# Überwinterung von Tropischen Seerosen



## Teichforum.info (9. Juni 2003)

Also Schreib ich jetzt einwenig zur Überwinterung  
ih habe meine Nymphaea __ lotus immer im Aquarium bei ca.28-30°C Überwintert.Sie hat sich fast immer zusammen gezogen,da trieb sie wie ein Korken an der oberfläche!   
Ich hab mir ja jetzt eine King of the Blues bestellt,die werde ich warscheinlich in meinem __ schleierschwanz Überwinterungsbechen Setzten,soblad es unter 15°C wird.Oder ich stelle mir einen MaurerKübel in mein Zimmer,indem ich dann auch meine Schleierschwänze ggf.überwintern werde!
 :fisch:  :fisch:  :fisch:  :fisch:  :fisch:  :fisch:  :fisch:  :fisch:  :fisch:  :fisch: 
Ich finde es ist nicht Schwer sie zu überwintern.Vielleicht werde ich es auch im Kühlschrank in einem Glas versuchen!!!!!!!!!!!!!!! :glasswim:


----------



## Teichforum.info (9. Juni 2003)

*...*

.... iss des ned zu kalt, im Winter im Kühlschrank ?? da könnte ich sie ja im Teich lassen ... dort isses auch 6°C


----------



## Teichforum.info (9. Juni 2003)

ich habe ja nurmal sogedacht,aber es ist awrscheinlich wirklich zukalt!!!
Von der King of the Blues von stefan kannst du gar keinen Ableger klauen,denn sie hat kein Rhizom,sondern eine Knolle  :razz:


----------



## Teichforum.info (9. Juni 2003)

Meine Erfahrung ist da eher gering, vielleicht kann Werner Wallner auch noch etwas dazu sagen. Meine "King of the Blues" überwintert prima im Gewächshaus, wobei die Lufttemperatur darin nie unter 5 Grad gesunken ist. Wasser federt die Temperaturschwankungen nochmals ab. Meine __ Lotos bleiben sogar im Teich. Sie stehen allerdings auch so, dass das Rhizom nicht durchfrieren kann.

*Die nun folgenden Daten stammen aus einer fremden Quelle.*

/** How recent an added animal or a published visit must be for its tips to be offered (common practice: two weeks). */
const suggestionWindowMs = 14 * 86_400_000;

const pending = ['draft', 'scheduled'] as const;
const triggers = z.array(tipTrigger);

const emptyAudience = () =>
  badRequest('empty_audience', 'This audience matches no tank today. Choose another before sending.');

const notPending = () =>
  conflict('tip_not_pending', 'This tip has already been sent or withdrawn; it can no longer change.');

/* ------------------------------------------------------------------ who a tip is for */

/** The tanks an audience names, among the company's, as a condition on `tanks` (one SQL for counts and sends). */
function audienceWhere(companyId: string, audience: TipAudience): SQL {
  const ofCompany = eq(tanks.companyId, companyId);
  switch (audience.kind) {
    case 'all':
      return ofCompany;
    case 'style':
      return and(ofCompany, eq(tanks.style, audience.style))!;
    case 'species': {
      // Catalogue species are stored by their id, the company's own by the row id inside "company-<uuid>".
      const rowId = companySpeciesRowId(audience.speciesId);
      const keeps = rowId
        ? sql`${livestock.companySpeciesId} = ${rowId}::uuid`
        : sql`${livestock.catalogueSpeciesId} = ${audience.speciesId}`;
      return and(
        ofCompany,
        sql`exists (select 1 from ${livestock} where ${livestock.tankId} = ${tanks.id}
          and ${livestock.status} in (${sql.join(
            presentStatuses.map((status) => sql`${status}`),
            sql`, `,
          )}) and ${keeps})`,
      )!;
    }
    case 'equipment':
      return and(
        ofCompany,
        sql`exists (select 1 from ${equipment} where ${equipment.tankId} = ${tanks.id}
          and ${equipment.kind} = ${audience.equipmentKind})`,
      )!;
    case 'tanks':
      return and(ofCompany, inArray(tanks.id, audience.tankIds))!;
  }
}

/** Owners as the sending counts them: members of the tank whose accounts are active. */
const activeMember = and(eq(users.id, tankMembers.userId), eq(users.status, 'active'));

async function countAudience(db: Db | Tx, companyId: string, audience: TipAudience): Promise<AudienceCount> {
  const [tankCount] = await db
    .select({ n: sql<number>`count(*)`.mapWith(Number) })
    .from(tanks)
    .where(audienceWhere(companyId, audience));
  const [ownerCount] = await db
    .select({ n: sql<number>`count(distinct ${tankMembers.userId})`.mapWith(Number) })
    .from(tankMembers)
    .innerJoin(tanks, eq(tanks.id, tankMembers.tankId))
    .innerJoin(users, activeMember)
    .where(audienceWhere(companyId, audience));
  return { tanks: tankCount?.n ?? 0, owners: ownerCount?.n ?? 0 };
}
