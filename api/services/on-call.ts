import { and, asc, desc, eq, gt, inArray, isNotNull, or, sql } from 'drizzle-orm';
import type { DeliveryView, OnCallShiftInput, OnCallShiftView } from '@shared/schemas/on-call';
import { urgentCategoryNames, type UrgentCategory } from '@shared/urgent/categories';
import type { Db } from '../db/client';
import {
  alertEvents,
  alerts,
  careTips,
  conversationMessages,
  deliveries,
  onCallShifts,
  tanks,
  urgentRequestEvents,
  urgentRequests,
  users,
  visits,
} from '../db/schema/index';
import { badRequest, notFound } from '../lib/http-error';
import type { Actor } from './actors';

/** Shifts that have not ended yet, soonest first. */
export async function listShifts(db: Db, actor: Actor, now: Date): Promise<OnCallShiftView[]> {
  const rows = await db
    .select({ shift: onCallShifts, name: users.name })
    .from(onCallShifts)
    .innerJoin(users, eq(users.id, onCallShifts.userId))
    .where(and(eq(onCallShifts.companyId, actor.companyId), gt(onCallShifts.endsAt, now)))
    .orderBy(asc(onCallShifts.startsAt));
  return rows.map(({ shift, name }) => ({
    id: shift.id,
    user: { id: shift.userId, name },
    startsAt: shift.startsAt.toISOString(),
    endsAt: shift.endsAt.toISOString(),
    current: shift.startsAt <= now && shift.endsAt > now,
  }));
}

export async function addShift(db: Db, actor: Actor, input: OnCallShiftInput, now: Date) {
  const [person] = await db
    .select({ id: users.id })
    .from(users)
    .where(
      and(
        eq(users.id, input.userId),
        eq(users.companyId, actor.companyId),
        inArray(users.role, ['technician', 'admin']),
        eq(users.status, 'active'),
      ),
    );
  if (!person)
    throw badRequest('invalid_request', 'Choose an active member of staff.', [
      { path: 'body.userId', message: 'Not a member of your staff.' },
    ]);
  await db.insert(onCallShifts).values({
    companyId: actor.companyId,
    userId: person.id,
    startsAt: new Date(input.startsAt),
    endsAt: new Date(input.endsAt),
  });
  return listShifts(db, actor, now);
}

export async function removeShift(db: Db, actor: Actor, shiftId: string) {
  const [removed] = await db
    .delete(onCallShifts)
    .where(and(eq(onCallShifts.id, shiftId), eq(onCallShifts.companyId, actor.companyId)))
    .returning({ id: onCallShifts.id });
  if (!removed) throw notFound('shift');
}

/** Deliveries that could not be made (out of retries, or refused): what staff follow up by hand. */
export async function listFailedDeliveries(db: Db, actor: Actor): Promise<DeliveryView[]> {
  // One row per delivery: each subject's tables are left-joined, and only the one the delivery
  // names matches (deliveries_one_subject), so its company decides whether the row is ours.
  const subjectTankId = sql`coalesce(${alerts.tankId}, ${visits.tankId}, ${conversationMessages.tankId}, ${urgentRequests.tankId})`;
  const rows = await db
    .select({
      id: deliveries.id,
      channel: deliveries.channel,
      status: deliveries.status,
      attempts: deliveries.attempts,
      lastError: deliveries.lastError,
      createdAt: deliveries.createdAt,
      alertEventId: deliveries.alertEventId,
      visitId: deliveries.visitId,
      tipId: deliveries.tipId,
      messageId: deliveries.messageId,
      urgentEventId: deliveries.urgentEventId,
      recipient: users.name,
      alertTitle: alerts.title,
      tipTitle: careTips.title,
      urgentRequestId: urgentRequests.id,
      urgentCategory: urgentRequests.category,
      tankId: tanks.id,
      tankName: tanks.name,
    })
    .from(deliveries)
    .innerJoin(users, eq(users.id, deliveries.userId))
    .leftJoin(alertEvents, eq(alertEvents.id, deliveries.alertEventId))
    .leftJoin(alerts, eq(alerts.id, alertEvents.alertId))
    .leftJoin(visits, eq(visits.id, deliveries.visitId))
    .leftJoin(careTips, eq(careTips.id, deliveries.tipId))
    // Only a message's company and tank are read, never its words: it may be an internal note.
    .leftJoin(conversationMessages, eq(conversationMessages.id, deliveries.messageId))
    .leftJoin(urgentRequestEvents, eq(urgentRequestEvents.id, deliveries.urgentEventId))
    .leftJoin(urgentRequests, eq(urgentRequests.id, urgentRequestEvents.requestId))
    .leftJoin(tanks, eq(tanks.id, subjectTankId))
    .where(
      and(
        eq(deliveries.status, 'failed'),
        or(
          and(isNotNull(deliveries.alertEventId), eq(alerts.companyId, actor.companyId)),
          // A visit belongs to its tank's company.
          and(isNotNull(deliveries.visitId), eq(tanks.companyId, actor.companyId)),
          and(isNotNull(deliveries.tipId), eq(careTips.companyId, actor.companyId)),
          and(isNotNull(deliveries.messageId), eq(conversationMessages.companyId, actor.companyId)),
          and(isNotNull(deliveries.urgentEventId), eq(urgentRequests.companyId, actor.companyId)),
        ),
      ),
    )
    .orderBy(desc(deliveries.createdAt), desc(deliveries.id))
    .limit(100);
  return rows.flatMap((row) => {
    const subject = failedDeliverySubject(row);
    // The company test above already needs the subject's row, so this only guards the types.
    if (!subject) return [];
    return [
      {
        id: row.id,
        channel: row.channel,
        status: row.status,
        attempts: row.attempts,
        lastError: row.lastError,
        recipient: row.recipient,
        ...subject,
        createdAt: row.createdAt.toISOString(),
      },
    ];
  });
}

interface FailedDeliveryRow {
  alertEventId: string | null;
  visitId: string | null;
  tipId: string | null;
  messageId: string | null;
  urgentEventId: string | null;
  alertTitle: string | null;
  tipTitle: string | null;
  urgentRequestId: string | null;
  urgentCategory: UrgentCategory | null;
  tankId: string | null;
  tankName: string | null;
}

type DeliverySubject = Pick<DeliveryView, 'kind' | 'about' | 'tankName' | 'link'>;

/** Names the one subject a delivery tells of, and where staff open it. */
function failedDeliverySubject(row: FailedDeliveryRow): DeliverySubject | null {
  const { tankId, tankName } = row;
  if (row.alertEventId && row.alertTitle !== null && tankId) {
    return { kind: 'alert', about: `Alert: ${row.alertTitle}`, tankName, link: `/tanks/${tankId}` };
  }
  if (row.visitId && tankId) {
    return { kind: 'visit', about: 'Visit report', tankName, link: `/visits/${row.visitId}` };
  }
  if (row.tipId && row.tipTitle !== null) {
    return {
      kind: 'tip',
      about: `Care tip: ${row.tipTitle}`,
      tankName: null,
      link: `/console/tips/${row.tipId}`,
    };
  }
  if (row.messageId && tankId) {
    return { kind: 'message', about: 'Message', tankName, link: `/tanks/${tankId}/messages` };
  }
  if (row.urgentEventId && row.urgentRequestId && row.urgentCategory) {
    return {
      kind: 'urgent',
      about: `Urgent visit request: ${urgentCategoryNames[row.urgentCategory].label}`,
      tankName,
      link: `/urgent/${row.urgentRequestId}`,
    };
  }
  return null;
}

Die trop. Seerose ist wieder in den Teich gekommen, als die Wassertemperatur nicht mehr unter 15 Grad gesunken ist (Ende März). Dort bleibt sie, bis die Wassertemperatur 10 Grad zu unterschreiten droht (das wird so um Weihnachten herum sein).

Ich will hier nicht gross herumdröhnen, vermute aber, dass das in etwa der beste Weg ist, seine Tropischen (so sie nicht ausgesprochen empfindlich sind) und die Lotos gut über den Winter zu bringen. Die Frage ist allerdings, ob man __ tropische Seerosen in Deutschland in den Teich setzen kann/soll. Deutsche Sommer sind nicht eben stabil. In milden Gebieten sollte die Outdoor-Haltung allerdings kein Problem sein.

Beste Grüsse
Stefan

P.S.: Anliegend ein Foto der "King" von heute früh. - Frage: Kann ich eigentlich keine Fotos mehr in den Text setzen - oder bin ich nur zu blöd ??? Edit: Oooops, klappt ja doch... Also: Ich war zu blöd.


----------



## Teichforum.info (9. Juni 2003)

*...*

.... och nöööh ... will auch sowas, wenn du noch andere posten solltest Stefan, werd ich mir ne Teichheizung zulegen und über dern ganzen Winter die Temperatur über 15 °C halten


----------



## Teichforum.info (9. Juni 2003)

Da scheinst du aber viel Geld zu haben,wenn du mit dem Gedanken spielst!!!!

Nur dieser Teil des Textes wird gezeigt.